What you have to do:
Give again the entries below exactly, beginning at the first line and ending at the line with "attempt: int".

Records from a data collection
- - - - - - -

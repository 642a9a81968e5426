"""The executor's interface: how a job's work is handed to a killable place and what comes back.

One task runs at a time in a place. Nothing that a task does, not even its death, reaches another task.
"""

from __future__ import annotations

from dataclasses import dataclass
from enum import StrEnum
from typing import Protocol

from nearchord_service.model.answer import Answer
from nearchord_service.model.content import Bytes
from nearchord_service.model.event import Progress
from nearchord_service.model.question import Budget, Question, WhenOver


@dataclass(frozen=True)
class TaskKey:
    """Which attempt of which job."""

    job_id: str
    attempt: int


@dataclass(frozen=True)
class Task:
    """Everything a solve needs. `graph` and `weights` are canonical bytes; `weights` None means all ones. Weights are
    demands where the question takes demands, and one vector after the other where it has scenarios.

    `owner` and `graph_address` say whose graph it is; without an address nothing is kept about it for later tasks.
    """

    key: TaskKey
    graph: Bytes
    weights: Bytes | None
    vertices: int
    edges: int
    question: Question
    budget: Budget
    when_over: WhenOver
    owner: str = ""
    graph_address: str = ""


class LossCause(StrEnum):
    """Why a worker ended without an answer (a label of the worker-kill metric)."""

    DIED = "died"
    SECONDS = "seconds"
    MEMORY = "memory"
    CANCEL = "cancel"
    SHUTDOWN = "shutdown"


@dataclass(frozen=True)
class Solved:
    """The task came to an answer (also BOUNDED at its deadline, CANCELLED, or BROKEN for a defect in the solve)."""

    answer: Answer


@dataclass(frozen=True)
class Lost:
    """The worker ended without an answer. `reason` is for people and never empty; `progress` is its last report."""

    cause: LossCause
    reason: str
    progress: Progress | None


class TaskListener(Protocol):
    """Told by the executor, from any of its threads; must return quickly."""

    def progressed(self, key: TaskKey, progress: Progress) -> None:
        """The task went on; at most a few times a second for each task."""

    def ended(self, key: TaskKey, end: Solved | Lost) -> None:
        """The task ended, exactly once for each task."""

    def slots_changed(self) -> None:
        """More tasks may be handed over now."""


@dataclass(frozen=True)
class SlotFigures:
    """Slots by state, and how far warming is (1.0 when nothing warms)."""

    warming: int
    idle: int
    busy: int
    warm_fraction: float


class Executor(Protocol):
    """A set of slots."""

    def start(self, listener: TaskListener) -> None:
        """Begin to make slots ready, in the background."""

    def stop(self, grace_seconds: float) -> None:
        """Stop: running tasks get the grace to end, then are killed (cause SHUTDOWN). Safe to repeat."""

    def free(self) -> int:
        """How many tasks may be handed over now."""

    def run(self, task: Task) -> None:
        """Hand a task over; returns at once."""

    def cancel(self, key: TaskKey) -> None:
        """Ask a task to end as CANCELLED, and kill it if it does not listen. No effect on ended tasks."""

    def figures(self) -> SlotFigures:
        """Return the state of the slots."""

- - - - - - -

Response:
repository 642a9a81968e5426
"""The executor's interface: how a job's work is handed to a killable place and what comes back.

One task runs at a time in a place. Nothing that a task does, not even its death, reaches another task.
"""

from __future__ import annotations

from dataclasses import dataclass
from enum import StrEnum
from typing import Protocol

from nearchord_service.model.answer import Answer
from nearchord_service.model.content import Bytes
from nearchord_service.model.event import Progress
from nearchord_service.model.question import Budget, Question, WhenOver


@dataclass(frozen=True)
class TaskKey:
    """Which attempt of which job."""

    job_id: str
    attempt: int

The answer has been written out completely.